[Task details]: Of all the lines below, return only those starting with the line holding "meanUnequal) ** 2, 0);" and going on through the line holding "cone, trueDifference, predicted", exactly as written.

[Records provided]:
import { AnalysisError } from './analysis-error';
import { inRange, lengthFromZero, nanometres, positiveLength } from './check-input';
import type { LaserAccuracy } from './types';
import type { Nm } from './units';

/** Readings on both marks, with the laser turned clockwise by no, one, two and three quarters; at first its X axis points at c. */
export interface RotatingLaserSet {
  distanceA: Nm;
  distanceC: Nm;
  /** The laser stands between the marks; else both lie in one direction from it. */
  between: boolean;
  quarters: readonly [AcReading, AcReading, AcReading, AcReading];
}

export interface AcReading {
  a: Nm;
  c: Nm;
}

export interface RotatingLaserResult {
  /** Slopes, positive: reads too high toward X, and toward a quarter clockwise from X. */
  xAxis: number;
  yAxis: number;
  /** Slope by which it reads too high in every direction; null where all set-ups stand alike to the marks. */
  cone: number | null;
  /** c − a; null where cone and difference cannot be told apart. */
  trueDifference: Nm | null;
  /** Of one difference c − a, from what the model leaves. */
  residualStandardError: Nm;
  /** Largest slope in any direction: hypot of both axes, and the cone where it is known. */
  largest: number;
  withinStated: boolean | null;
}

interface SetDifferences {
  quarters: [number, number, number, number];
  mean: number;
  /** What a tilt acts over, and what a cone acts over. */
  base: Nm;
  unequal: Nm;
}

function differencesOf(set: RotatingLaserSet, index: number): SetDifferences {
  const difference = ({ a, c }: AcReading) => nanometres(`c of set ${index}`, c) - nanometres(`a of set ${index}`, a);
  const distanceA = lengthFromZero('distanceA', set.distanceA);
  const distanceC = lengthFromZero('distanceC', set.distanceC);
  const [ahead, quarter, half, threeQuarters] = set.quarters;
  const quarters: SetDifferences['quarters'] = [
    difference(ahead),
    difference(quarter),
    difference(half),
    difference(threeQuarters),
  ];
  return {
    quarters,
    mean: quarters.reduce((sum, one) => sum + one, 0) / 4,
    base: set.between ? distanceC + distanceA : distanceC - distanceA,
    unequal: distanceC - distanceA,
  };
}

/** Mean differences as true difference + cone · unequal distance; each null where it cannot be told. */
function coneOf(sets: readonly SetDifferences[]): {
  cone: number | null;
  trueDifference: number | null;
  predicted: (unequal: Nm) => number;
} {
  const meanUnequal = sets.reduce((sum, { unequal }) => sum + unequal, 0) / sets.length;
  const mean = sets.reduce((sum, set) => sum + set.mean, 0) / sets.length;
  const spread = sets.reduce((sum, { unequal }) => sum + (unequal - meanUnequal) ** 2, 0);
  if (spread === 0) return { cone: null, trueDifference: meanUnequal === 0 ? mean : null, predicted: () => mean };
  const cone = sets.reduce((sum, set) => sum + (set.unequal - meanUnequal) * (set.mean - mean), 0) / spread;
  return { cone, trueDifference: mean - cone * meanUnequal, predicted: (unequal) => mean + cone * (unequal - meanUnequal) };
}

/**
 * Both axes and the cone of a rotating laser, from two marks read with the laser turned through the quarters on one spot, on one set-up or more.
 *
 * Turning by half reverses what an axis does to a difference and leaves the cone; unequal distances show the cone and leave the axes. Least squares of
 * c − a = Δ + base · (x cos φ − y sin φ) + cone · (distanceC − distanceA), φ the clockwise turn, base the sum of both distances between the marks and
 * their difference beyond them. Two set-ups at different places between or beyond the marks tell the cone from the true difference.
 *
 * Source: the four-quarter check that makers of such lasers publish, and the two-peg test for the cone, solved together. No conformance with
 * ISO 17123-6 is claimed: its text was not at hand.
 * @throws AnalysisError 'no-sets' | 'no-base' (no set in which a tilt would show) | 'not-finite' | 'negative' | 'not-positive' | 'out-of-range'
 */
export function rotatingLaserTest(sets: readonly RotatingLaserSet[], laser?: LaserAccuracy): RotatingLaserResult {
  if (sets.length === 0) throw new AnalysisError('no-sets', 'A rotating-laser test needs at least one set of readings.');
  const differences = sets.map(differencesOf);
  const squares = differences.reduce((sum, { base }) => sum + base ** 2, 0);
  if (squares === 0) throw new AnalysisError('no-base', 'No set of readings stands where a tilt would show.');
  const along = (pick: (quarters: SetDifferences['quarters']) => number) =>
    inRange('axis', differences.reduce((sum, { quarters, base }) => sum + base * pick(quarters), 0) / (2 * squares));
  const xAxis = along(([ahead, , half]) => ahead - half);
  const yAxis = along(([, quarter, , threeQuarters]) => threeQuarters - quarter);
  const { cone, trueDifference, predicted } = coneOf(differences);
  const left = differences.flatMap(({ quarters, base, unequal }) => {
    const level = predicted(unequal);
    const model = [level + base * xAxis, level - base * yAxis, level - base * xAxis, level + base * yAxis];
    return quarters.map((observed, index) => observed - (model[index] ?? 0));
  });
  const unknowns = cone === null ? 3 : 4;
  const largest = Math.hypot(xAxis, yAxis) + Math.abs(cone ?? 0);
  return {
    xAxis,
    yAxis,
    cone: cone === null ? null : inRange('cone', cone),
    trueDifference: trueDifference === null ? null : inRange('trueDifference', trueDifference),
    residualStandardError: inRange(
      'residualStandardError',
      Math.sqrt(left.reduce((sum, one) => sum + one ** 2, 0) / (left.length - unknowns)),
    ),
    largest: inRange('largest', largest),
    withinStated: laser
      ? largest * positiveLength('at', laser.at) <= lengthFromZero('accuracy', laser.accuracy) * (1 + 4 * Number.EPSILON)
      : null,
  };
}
--
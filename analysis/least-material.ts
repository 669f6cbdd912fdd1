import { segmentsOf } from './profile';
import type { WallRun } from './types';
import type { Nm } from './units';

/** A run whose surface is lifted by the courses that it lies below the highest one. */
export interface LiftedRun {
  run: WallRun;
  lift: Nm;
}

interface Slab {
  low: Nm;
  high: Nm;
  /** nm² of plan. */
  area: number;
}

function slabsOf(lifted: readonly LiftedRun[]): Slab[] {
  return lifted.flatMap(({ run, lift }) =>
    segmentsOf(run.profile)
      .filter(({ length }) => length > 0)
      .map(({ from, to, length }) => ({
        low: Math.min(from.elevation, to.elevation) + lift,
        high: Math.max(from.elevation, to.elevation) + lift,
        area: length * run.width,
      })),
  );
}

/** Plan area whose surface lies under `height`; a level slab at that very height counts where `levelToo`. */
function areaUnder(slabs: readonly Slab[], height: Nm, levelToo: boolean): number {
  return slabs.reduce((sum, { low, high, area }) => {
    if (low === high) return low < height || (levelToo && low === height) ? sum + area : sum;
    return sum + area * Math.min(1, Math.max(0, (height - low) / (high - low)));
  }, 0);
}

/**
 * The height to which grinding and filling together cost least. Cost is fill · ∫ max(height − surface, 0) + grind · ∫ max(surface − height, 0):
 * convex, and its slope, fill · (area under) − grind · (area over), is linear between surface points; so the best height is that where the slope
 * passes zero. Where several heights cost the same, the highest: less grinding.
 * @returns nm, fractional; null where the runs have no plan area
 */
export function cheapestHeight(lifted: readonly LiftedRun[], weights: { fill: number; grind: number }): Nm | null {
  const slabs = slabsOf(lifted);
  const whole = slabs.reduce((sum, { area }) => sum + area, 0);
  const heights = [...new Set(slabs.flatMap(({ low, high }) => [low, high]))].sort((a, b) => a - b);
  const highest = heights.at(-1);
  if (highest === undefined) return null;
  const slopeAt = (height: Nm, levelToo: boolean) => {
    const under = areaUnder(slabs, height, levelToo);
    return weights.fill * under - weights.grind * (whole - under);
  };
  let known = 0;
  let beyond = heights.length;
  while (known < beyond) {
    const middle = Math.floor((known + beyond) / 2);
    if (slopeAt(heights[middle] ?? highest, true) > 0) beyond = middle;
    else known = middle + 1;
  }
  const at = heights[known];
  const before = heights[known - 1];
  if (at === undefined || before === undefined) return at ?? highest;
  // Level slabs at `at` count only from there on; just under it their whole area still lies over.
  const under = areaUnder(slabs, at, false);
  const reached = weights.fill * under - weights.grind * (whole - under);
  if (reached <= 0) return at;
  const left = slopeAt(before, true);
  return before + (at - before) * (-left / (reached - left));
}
--
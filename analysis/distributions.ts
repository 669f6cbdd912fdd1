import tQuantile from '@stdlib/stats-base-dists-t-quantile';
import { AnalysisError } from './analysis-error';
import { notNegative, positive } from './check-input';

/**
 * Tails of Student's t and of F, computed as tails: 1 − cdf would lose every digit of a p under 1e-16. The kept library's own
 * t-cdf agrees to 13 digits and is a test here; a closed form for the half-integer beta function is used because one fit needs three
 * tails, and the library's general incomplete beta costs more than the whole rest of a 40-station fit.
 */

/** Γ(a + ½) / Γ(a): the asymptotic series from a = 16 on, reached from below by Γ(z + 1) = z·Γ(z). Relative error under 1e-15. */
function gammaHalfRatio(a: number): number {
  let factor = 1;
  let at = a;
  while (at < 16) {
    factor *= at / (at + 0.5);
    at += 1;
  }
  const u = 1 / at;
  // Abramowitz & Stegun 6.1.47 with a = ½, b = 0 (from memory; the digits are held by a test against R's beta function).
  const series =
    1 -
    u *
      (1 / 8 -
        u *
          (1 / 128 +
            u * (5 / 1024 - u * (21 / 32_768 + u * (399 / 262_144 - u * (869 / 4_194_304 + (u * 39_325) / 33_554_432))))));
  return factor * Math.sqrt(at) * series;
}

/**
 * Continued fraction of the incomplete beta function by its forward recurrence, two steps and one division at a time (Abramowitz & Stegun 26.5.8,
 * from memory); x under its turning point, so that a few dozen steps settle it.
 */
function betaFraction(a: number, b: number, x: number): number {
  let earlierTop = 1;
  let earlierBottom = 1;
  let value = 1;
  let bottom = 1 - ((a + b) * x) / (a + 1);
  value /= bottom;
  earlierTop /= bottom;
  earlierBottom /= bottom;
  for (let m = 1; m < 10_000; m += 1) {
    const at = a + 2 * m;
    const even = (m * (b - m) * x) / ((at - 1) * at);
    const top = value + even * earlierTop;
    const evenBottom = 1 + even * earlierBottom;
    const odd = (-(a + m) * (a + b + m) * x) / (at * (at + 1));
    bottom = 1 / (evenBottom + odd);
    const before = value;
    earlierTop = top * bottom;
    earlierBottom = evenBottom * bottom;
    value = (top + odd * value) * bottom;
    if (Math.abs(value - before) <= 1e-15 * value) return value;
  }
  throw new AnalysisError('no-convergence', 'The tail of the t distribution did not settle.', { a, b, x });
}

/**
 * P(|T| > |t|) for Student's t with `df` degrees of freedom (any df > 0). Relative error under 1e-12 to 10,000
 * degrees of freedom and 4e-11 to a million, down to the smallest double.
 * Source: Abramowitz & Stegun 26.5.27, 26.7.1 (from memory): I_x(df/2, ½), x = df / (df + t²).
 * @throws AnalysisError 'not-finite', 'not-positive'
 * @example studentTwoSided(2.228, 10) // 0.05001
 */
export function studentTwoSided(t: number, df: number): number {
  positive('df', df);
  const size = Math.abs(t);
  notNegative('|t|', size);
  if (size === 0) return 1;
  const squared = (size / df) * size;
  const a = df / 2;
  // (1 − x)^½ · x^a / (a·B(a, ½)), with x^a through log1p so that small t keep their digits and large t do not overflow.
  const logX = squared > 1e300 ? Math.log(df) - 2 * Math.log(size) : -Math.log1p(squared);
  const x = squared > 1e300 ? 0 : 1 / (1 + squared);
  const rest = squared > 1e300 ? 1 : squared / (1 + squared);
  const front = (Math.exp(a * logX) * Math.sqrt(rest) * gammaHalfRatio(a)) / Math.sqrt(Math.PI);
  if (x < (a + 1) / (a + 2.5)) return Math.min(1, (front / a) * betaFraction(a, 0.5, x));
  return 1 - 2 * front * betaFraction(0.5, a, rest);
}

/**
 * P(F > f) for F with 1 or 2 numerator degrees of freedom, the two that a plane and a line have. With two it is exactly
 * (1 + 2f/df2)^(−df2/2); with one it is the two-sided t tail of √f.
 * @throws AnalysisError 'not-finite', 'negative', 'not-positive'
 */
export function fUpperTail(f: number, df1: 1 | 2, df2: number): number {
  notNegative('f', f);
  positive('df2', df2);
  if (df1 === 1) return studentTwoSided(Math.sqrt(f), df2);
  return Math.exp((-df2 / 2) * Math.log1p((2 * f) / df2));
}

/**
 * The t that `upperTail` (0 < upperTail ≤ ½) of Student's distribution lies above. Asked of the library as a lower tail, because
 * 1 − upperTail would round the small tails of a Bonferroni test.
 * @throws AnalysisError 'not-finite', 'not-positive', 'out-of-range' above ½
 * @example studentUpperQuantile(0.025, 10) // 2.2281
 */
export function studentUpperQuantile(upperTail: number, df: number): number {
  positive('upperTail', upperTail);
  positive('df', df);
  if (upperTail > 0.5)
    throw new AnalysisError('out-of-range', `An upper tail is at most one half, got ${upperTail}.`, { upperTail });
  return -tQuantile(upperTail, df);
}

[Task output]:
  const spread = sets.reduce((sum, { unequal }) => sum + (unequal - meanUnequal) ** 2, 0);
  if (spread === 0) return { cone: null, trueDifference: meanUnequal === 0 ? mean : null, predicted: () => mean };
  const cone = sets.reduce((sum, set) => sum + (set.unequal - meanUnequal) * (set.mean - mean), 0) / spread;
  return { cone, trueDifference: mean - cone * meanUnequal, predicted: (unequal) => mean + cone * (unequal - meanUnequal) };
}

/**
 * Both axes and the cone of a rotating laser, from two marks read with the laser turned through the quarters on one spot, on one set-up or more.
 *
 * Turning by half reverses what an axis does to a difference and leaves the cone; unequal distances show the cone and leave the axes. Least squares of
 * c − a = Δ + base · (x cos φ − y sin φ) + cone · (distanceC − distanceA), φ the clockwise turn, base the sum of both distances between the marks and
 * their difference beyond them. Two set-ups at different places between or beyond the marks tell the cone from the true difference.
 *
 * Source: the four-quarter check that makers of such lasers publish, and the two-peg test for the cone, solved together. No conformance with
 * ISO 17123-6 is claimed: its text was not at hand.
 * @throws AnalysisError 'no-sets' | 'no-base' (no set in which a tilt would show) | 'not-finite' | 'negative' | 'not-positive' | 'out-of-range'
 */
export function rotatingLaserTest(sets: readonly RotatingLaserSet[], laser?: LaserAccuracy): RotatingLaserResult {
  if (sets.length === 0) throw new AnalysisError('no-sets', 'A rotating-laser test needs at least one set of readings.');
  const differences = sets.map(differencesOf);
  const squares = differences.reduce((sum, { base }) => sum + base ** 2, 0);
  if (squares === 0) throw new AnalysisError('no-base', 'No set of readings stands where a tilt would show.');
  const along = (pick: (quarters: SetDifferences['quarters']) => number) =>
    inRange('axis', differences.reduce((sum, { quarters, base }) => sum + base * pick(quarters), 0) / (2 * squares));
  const xAxis = along(([ahead, , half]) => ahead - half);
  const yAxis = along(([, quarter, , threeQuarters]) => threeQuarters - quarter);
  const { cone, trueDifference, predicted } = coneOf(differences);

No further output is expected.